Sounds like your typical summer blockbuster -- and it is. But then, there's this locket. As the movie opens, we learn that Joe's mother as been killed on the job at the steel mill: the first extended sequence takes place post-funeral as friends and neighbors gather at Joe's home. While his repressed father stands in the house, Joe seeks refuge on the swing outside in the snow, fingering a locket that contains a picture of his mother. After Joe's father throws out a guest -- the man who he deems responsible for his wife's death -- Joe snaps shut the locket as the film goes to black. And in case you missed the importance of the closed locket (the film is not subtle --not at all -- but the heavy hand isn't enough to spoil the great moments throughout), there's a loud, echoing boom (the locket slamming shut) on the soundtrack.
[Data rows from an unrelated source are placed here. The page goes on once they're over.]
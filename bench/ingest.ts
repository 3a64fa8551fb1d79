/**
 * npm run bench:ingest [-- --rows 1000000 --clients 4 --batch 10000 --processes 2]
 *
 * Loads the same generated readings three ways, each into a fresh database with the same keys, in one run:
 *   (a) the HTTP ingest API (a separate API process, several concurrent clients, 10,000-reading batches;
 *       with --processes N also N API processes on one database, the clients spread over them),
 *   (b) the bulk path the historical importer uses (COPY into staging, then INSERT … ON CONFLICT + rollups),
 *   (c) psql \copy into a plain table with the same primary key — the baseline.
 * Prints rows/s, the ratios a/c and b/c and the API's peak RSS; the last line is one JSON object.
 * A benchmark, not a test: it asserts nothing and CI does not run it.
 */
import {
  createReadStream,
  chmodSync,
  mkdtempSync,
  readFileSync,
  rmSync,
  writeFileSync,
} from 'node:fs';
import { tmpdir } from 'node:os';
import { join } from 'node:path';
import { parseArgs } from 'node:util';
import { hash } from '@node-rs/argon2';
import { insertHouseWithLayout, openDatabase, runMigrations, schema } from '@tierscope/db';
import { createInterface } from 'node:readline';
import { copyReadingsInChunks } from '../apps/api/src/features/ingest/bulk-ingest.repository';
import { ensurePostgres, startCluster } from '../scripts/postgres';
import { copyBaselineSeconds } from './copy-baseline';
import { freePort, makeGatewayKey, signInThroughApi, startApiProcess } from '../scripts/processes';

const { values } = parseArgs({
  options: {
    rows: { type: 'string', default: '1000000' },
    clients: { type: 'string', default: '4' },
    batch: { type: 'string', default: '10000' },
    processes: { type: 'string', default: '1' },
  },
});
const ROWS = Number(values.rows);
const CLIENTS = Number(values.clients);
const BATCH = Number(values.batch);
/** With N > 1, (a) runs twice in the same run: one API process, then N on the same database kind. */
const PROCESSES = Number(values.processes);
const HOUSES = 10;

/** A farm of 10 houses (6 rows × 3 tiers and a collector each): 190 counters. */
async function prepareFarm(url: string) {
  const database = openDatabase(url, { max: 4 });
  await runMigrations(database.db);
  const [farm] = await database.db.insert(schema.farms).values({ name: 'Bench Farm' }).returning();
  if (!farm) throw new Error('no farm');
  for (let h = 1; h <= HOUSES; h++) {
    await insertHouseWithLayout(database.db, farm.id, {
      name: `House ${h}`,
      rows: 6,
      tiers: 3,
      timezone: 'America/Chicago',
      lightsOn: '04:00',
      photoperiodHours: 16,
      shortfallThresholdPct: 10,
    });
  }
  const counters = await database.db
    .select({ id: schema.counters.id, externalId: schema.counters.externalId })
    .from(schema.counters);
  return { database, farmId: farm.id, counters: counters.sort((a, b) => a.id - b.id) };
}

/** The i-th generated reading: counters in turn, one minute apart per round, from 2026-10-01. */
function reading(i: number, counterCount: number) {
  const round = Math.floor(i / counterCount);
  return {
    counterIndex: i % counterCount,
    ts: new Date(Date.UTC(2026, 9, 1) + round * 60_000),
    eggs: (i * 7919) % 37,
  };
}

function counterAt<T>(list: T[], index: number): T {
  const item = list[index];
  if (item === undefined) throw new Error(`no counter ${index}`);
  return item;
}

function peakRssMb(pid: number): number {
  const status = readFileSync(`/proc/${pid}/status`, 'utf8');
  const kb = Number(/VmHWM:\s+(\d+)/.exec(status)?.[1] ?? 0);
  return Math.round(kb / 1024);
}

/**
 * Posts every generated reading through `processes` API processes on one database (the clients take the
 * processes in turn) and returns the time taken and the largest peak RSS of them.
 */
async function runApi(url: string, processes: number) {
  const farm = await prepareFarm(url);
  const counterCount = farm.counters.length;
  const [user] = await farm.database.db
    .insert(schema.users)
    .values({
      email: 'bench@bench.test',
      name: 'Bench',
      passwordHash: await hash('bench-password'),
    })
    .returning();
  if (!user) throw new Error('no user');
  await farm.database.db
    .insert(schema.memberships)
    .values({ userId: user.id, farmId: farm.farmId, role: 'integrator' });
  const servers = await Promise.all(
    Array.from({ length: processes }, () =>
      startApiProcess({
        DATABASE_URL: url,
        JWT_SECRET: 'bench-secret-bench-secret-bench-secret-0123',
      }),
    ),
  );
  const first = servers[0];
  if (!first) throw new Error('no API process');
  const login = await signInThroughApi(first.baseUrl, 'bench@bench.test', 'bench-password');
  const key = await makeGatewayKey(first.baseUrl, login.token, farm.farmId, 'bench');
  const batches = Math.ceil(ROWS / BATCH);
  let next = 0;
  let accepted = 0;
  const started = performance.now();
  await Promise.all(
    Array.from({ length: CLIENTS }, async (_, client) => {
      const apiUrl = (servers[client % servers.length] ?? first).baseUrl;
      for (;;) {
        const b = next++;
        if (b >= batches) return;
        const readings = [];
        for (let i = b * BATCH; i < Math.min(ROWS, (b + 1) * BATCH); i++) {
          const r = reading(i, counterCount);
          readings.push({
            counter: counterAt(farm.counters, r.counterIndex).externalId,
            ts: r.ts.toISOString(),
            eggs: r.eggs,
          });
        }
        const response = await fetch(`${apiUrl}/api/v1/ingest/readings`, {
          method: 'POST',
          headers: { 'content-type': 'application/json', authorization: `Bearer ${key}` },
          body: JSON.stringify({ readings }),
        });
        if (!response.ok)
          throw new Error(`ingest answered ${response.status}: ${await response.text()}`);
        accepted += ((await response.json()) as { accepted: number }).accepted;
      }
    }),
  );
  const seconds = (performance.now() - started) / 1000;
  const peak = Math.max(...servers.map((s) => (s.child.pid ? peakRssMb(s.child.pid) : 0)));
  await Promise.all(servers.map((s) => s.stop()));
  await farm.database.close();
  if (accepted !== ROWS) throw new Error(`API accepted ${accepted} of ${ROWS}`);
  console.log(
    `[bench] (a) API, ${processes} process${processes > 1 ? 'es' : ''}, ${CLIENTS} clients × ${BATCH}/batch: ` +
      `${seconds.toFixed(1)} s, ${Math.round(ROWS / seconds).toLocaleString()} rows/s, peak RSS ${peak} MB`,
  );
  return { farm, seconds, peakRssMb: peak };
}

async function main(): Promise<void> {
  const bin = ensurePostgres();
  const dir = mkdtempSync(join(tmpdir(), 'tierscope-bench-'));
  chmodSync(dir, 0o755);
  const pgPort = await freePort();
  console.log(
    `[bench] ${ROWS.toLocaleString()} readings; PostgreSQL on 127.0.0.1:${pgPort} (default durability)`,
  );
  const cluster = startCluster({
    dir: join(dir, 'pg'),
    port: pgPort,
    databases: ['bench_api', 'bench_api_n', 'bench_bulk', 'bench_copy'],
  });
  try {
    // (a) the API: one process, then (with --processes N) N processes on one database
    const single = await runApi(cluster.url('bench_api'), 1);
    const api = single.farm;
    const counterCount = api.counters.length;
    const apiSeconds = single.seconds;
    const apiRss = single.peakRssMb;
    const multi = PROCESSES > 1 ? await runApi(cluster.url('bench_api_n'), PROCESSES) : null;

    // The same rows as CSV for (b) and (c): counter ids are equal in all three databases (same creation order).
    const csvFile = join(dir, 'readings.csv');
    const copyFile = join(dir, 'readings-copy.csv');
    const lines: string[] = [];
    const copyLines: string[] = [];
    for (let i = 0; i < ROWS; i++) {
      const r = reading(i, counterCount);
      const id = counterAt(api.counters, r.counterIndex).id;
      lines.push(`${id},${r.ts.toISOString()},${r.eggs},`);
      copyLines.push(`${api.farmId},${id},${r.ts.toISOString()},${r.eggs}`);
    }
    writeFileSync(csvFile, lines.join('\n') + '\n');
    writeFileSync(copyFile, copyLines.join('\n') + '\n');
    lines.length = 0;
    copyLines.length = 0;

    // (b) the bulk path
    const bulk = await prepareFarm(cluster.url('bench_bulk'));
    await bulk.database.pool.query(
      `SELECT ensure_readings_partition(m::date) FROM generate_series('2026-10-01'::date, '2027-01-01', '1 month') m`,
    );
    const bulkStart = performance.now();
    const { added } = await copyReadingsInChunks(
      bulk.database.pool,
      bulk.farmId,
      createInterface({ input: createReadStream(csvFile), crlfDelay: Infinity }),
    );
    const bulkSeconds = (performance.now() - bulkStart) / 1000;
    await bulk.database.close();
    if (added !== ROWS) throw new Error(`bulk path added ${added} of ${ROWS}`);
    console.log(
      `[bench] (b) bulk path (COPY → staging → INSERT … ON CONFLICT + rollups, 100k-row chunks on 2 connections): ${bulkSeconds.toFixed(1)} s, ${Math.round(ROWS / bulkSeconds).toLocaleString()} rows/s`,
    );

    // (c) the baseline: psql \copy into a plain table with the same key
    const copySeconds = copyBaselineSeconds(bin, pgPort, 'bench_copy', copyFile);
    console.log(
      `[bench] (c) psql \\copy baseline: ${copySeconds.toFixed(1)} s, ${Math.round(ROWS / copySeconds).toLocaleString()} rows/s`,
    );

    const apiRate = ROWS / apiSeconds;
    const bulkRate = ROWS / bulkSeconds;
    const copyRate = ROWS / copySeconds;
    console.log(
      `[bench] API / COPY = ${(apiRate / copyRate).toFixed(2)} (target ≥ 0.35); bulk / COPY = ${(bulkRate / copyRate).toFixed(2)} (target ≥ 0.5)`,
    );
    const multiRate = multi ? ROWS / multi.seconds : null;
    if (multi && multiRate)
      console.log(
        `[bench] API with ${PROCESSES} processes / 1 process = ${(multiRate / apiRate).toFixed(2)}; / COPY = ${(multiRate / copyRate).toFixed(2)}`,
      );
    console.log(
      JSON.stringify({
        bench: 'ingest',
        rows: ROWS,
        clients: CLIENTS,
        batch: BATCH,
        api_rows_per_s: Math.round(apiRate),
        bulk_rows_per_s: Math.round(bulkRate),
        copy_rows_per_s: Math.round(copyRate),
        api_vs_copy: Number((apiRate / copyRate).toFixed(3)),
        bulk_vs_copy: Number((bulkRate / copyRate).toFixed(3)),
        api_peak_rss_mb: apiRss,
        ...(multi && multiRate
          ? {
              processes: PROCESSES,
              api_n_rows_per_s: Math.round(multiRate),
              api_n_vs_1: Number((multiRate / apiRate).toFixed(3)),
            }
          : {}),
      }),
    );
  } finally {
    cluster.stop();
    rmSync(dir, { recursive: true, force: true });
  }
}

void main().catch((error: unknown) => {
  console.error(error);
  process.exit(1);
});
In several other spots, the locket reappears (the cameo makes a cameo) and becomes the central symbol of the film. Joe's father, unable or unwilling to express his grief with anyone, wants him to go away from the summer; Joe wants to stay and make the zombie movie. He doesn't speak of his mother to his friends, even thought it's a small town and everybody knows of Joe's misfortune. But Joe keeps that locket, which remains closed, near throughout the movie. And remember, there's his mother's picture in there.
So the locket becomes a reminder that Joe (and of course, his father) remain hopelessly closed off from processing the pain caused by the death of the mother. Later, Joe pursues his crush on Alice Dainard (played effortlessly by Elle Fanning whose performance may be the best thing in the movie), who has been cast as the female romantic lead in the zombie film. Alice is the daughter of the man who called in sick to the mill which led to Joe's mother being called in to work on her day off (the same man thrown out of the funeral reception by Joe's father) and she reveals, in a scene where Joe shows her Super 8 home movies of his mother playing with him when he was an infant, that her father also has been devastated by grief -- yet another emotionally repressed character. As Joe and Alice bond, he shows her the locket; he's getting closer to symbolically opening the locket and consequently, himself.
SPOILER ALERT: This domestic drama is interrupted by the presence of the alien monster escaped from the army train in the derailment and now messing with the town by stealing engines from cars, scaring off dogs and scrambling electricity. And he's got his own version of the locket. In a fairly contrived turn of the plot, Joe and his buddies get their hands on some research films that reveal the monster has been held in captivity for years, the subject of intense research by the government. One scientist suspects that the alien is aggressively violent only because it's scared and homesick. And yet again, a third (or fourth or fifth) character who's cut off, shutting down, acting out.

In the end, when the kids go AWOL to find the alien, when Joe's father frantically searches for his missing son, when Mr. Dainard reaches out to Joe's father in an effort to save his daughter, the characters begin to emote and connect, leading to the resolution of the alien invasion. The locket makes a final appearance in the last moments of the film; what happens to it suggests that Joe, his father, Mr. Dainard (perhaps event the monster) have, through the action of the movie, found a way to let go of whatever emotions they've hidden.
Many narratives (films, novels, TV episodes, etc.) have their own lockets -- objects that suggest more than what they are and often, holding the big abstract idea of the story. Woody Allen has his Paris, Stieg Larsson has his dragon tattoo and Super 8 has its locket.